Stored items from a collection
┄┄┄┄┄┄┄┄┄┄┄┄┄┄┄┄┄┄┄┄

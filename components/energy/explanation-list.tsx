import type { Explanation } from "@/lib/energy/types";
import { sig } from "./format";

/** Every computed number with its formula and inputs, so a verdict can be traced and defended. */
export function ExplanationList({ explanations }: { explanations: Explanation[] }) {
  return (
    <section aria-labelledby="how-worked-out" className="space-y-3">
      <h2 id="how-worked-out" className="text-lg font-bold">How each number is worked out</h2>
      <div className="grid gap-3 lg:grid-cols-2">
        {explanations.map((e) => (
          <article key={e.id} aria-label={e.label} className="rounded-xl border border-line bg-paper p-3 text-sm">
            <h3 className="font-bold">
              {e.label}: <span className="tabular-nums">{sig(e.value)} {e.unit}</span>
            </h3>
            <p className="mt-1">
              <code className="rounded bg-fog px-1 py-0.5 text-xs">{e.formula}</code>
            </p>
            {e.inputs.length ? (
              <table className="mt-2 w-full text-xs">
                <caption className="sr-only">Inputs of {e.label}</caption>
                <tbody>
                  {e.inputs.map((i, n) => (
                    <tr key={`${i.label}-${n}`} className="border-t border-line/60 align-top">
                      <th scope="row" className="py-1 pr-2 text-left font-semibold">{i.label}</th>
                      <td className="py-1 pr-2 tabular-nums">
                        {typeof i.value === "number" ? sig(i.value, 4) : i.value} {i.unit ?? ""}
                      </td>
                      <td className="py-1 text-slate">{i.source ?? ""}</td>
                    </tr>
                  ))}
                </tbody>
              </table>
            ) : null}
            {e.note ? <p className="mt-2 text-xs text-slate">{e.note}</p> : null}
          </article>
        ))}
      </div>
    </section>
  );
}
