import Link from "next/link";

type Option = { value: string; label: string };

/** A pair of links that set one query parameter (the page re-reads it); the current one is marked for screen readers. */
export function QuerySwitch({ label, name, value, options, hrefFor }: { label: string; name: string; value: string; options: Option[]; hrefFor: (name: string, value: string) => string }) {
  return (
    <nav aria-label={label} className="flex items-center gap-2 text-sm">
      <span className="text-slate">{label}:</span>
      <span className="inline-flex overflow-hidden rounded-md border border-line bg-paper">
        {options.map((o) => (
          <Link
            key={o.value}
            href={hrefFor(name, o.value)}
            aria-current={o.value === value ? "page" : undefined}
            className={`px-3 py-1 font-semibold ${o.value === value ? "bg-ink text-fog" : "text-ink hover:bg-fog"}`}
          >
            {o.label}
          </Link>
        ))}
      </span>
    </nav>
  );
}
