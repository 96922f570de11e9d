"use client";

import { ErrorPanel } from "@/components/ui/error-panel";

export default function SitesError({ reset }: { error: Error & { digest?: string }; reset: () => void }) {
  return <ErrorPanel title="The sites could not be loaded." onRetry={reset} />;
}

┄┄┄┄┄┄┄┄┄┄┄┄┄┄┄┄┄┄┄┄

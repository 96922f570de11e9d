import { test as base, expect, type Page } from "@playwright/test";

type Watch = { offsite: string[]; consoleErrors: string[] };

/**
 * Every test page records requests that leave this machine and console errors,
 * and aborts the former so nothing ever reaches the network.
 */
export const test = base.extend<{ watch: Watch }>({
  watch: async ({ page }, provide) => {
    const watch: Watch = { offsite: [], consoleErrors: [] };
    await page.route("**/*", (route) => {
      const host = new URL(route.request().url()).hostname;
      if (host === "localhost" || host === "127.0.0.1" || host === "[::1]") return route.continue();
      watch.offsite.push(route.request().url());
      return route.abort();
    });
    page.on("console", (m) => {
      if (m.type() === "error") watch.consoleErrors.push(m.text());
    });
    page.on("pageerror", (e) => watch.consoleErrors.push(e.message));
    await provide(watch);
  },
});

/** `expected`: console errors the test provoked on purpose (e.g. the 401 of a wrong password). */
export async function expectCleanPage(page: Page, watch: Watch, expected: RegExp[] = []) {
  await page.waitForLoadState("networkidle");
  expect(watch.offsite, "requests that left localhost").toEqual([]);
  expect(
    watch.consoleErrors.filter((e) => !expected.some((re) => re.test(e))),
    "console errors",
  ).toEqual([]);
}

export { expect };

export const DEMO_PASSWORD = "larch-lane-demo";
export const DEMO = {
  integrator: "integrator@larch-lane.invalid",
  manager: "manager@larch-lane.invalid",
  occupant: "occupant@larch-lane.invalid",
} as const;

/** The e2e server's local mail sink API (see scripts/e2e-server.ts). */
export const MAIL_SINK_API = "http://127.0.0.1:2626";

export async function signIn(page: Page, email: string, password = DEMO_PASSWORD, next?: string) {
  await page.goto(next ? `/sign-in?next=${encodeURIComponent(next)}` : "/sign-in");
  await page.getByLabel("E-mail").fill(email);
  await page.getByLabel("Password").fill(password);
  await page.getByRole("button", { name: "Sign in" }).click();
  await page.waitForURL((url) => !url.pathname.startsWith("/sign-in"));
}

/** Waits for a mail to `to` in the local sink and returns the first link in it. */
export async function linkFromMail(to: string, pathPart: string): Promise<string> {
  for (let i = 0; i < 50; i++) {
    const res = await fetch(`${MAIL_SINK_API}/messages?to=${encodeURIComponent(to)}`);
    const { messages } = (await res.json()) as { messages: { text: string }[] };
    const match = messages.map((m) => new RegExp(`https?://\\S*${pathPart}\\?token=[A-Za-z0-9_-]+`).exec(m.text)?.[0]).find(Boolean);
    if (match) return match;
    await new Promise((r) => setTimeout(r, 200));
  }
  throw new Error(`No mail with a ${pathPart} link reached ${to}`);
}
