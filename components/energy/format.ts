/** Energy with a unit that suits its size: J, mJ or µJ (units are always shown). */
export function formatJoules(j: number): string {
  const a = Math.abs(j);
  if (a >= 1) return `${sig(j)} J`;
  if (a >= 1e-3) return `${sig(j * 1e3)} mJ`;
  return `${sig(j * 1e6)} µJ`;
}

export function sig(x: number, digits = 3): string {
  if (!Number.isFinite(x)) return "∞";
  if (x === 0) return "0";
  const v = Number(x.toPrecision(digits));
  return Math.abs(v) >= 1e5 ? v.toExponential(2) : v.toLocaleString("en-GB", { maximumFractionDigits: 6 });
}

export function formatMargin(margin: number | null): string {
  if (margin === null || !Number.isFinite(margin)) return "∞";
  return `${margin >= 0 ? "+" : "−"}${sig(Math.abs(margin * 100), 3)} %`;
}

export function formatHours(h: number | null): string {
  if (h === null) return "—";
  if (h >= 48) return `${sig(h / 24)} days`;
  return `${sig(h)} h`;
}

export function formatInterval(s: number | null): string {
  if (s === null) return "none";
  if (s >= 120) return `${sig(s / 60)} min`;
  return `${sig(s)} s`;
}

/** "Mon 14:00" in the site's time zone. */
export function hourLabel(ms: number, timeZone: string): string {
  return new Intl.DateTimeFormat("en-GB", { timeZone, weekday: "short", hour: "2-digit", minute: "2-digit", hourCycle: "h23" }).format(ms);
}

┄┄┄┄┄┄┄┄┄┄┄┄┄┄┄┄┄┄┄┄

Assignment: Above are the records; print exactly the lines from the line with "await new Promise((r)" to the line with "if (a >= 1e-3)", including both, and nothing else.

Finished task:
    await new Promise((r) => setTimeout(r, 200));
  }
  throw new Error(`No mail with a ${pathPart} link reached ${to}`);
}
filename components/energy/format.ts
/** Energy with a unit that suits its size: J, mJ or µJ (units are always shown). */
export function formatJoules(j: number): string {
  const a = Math.abs(j);
  if (a >= 1) return `${sig(j)} J`;
  if (a >= 1e-3) return `${sig(j * 1e3)} mJ`;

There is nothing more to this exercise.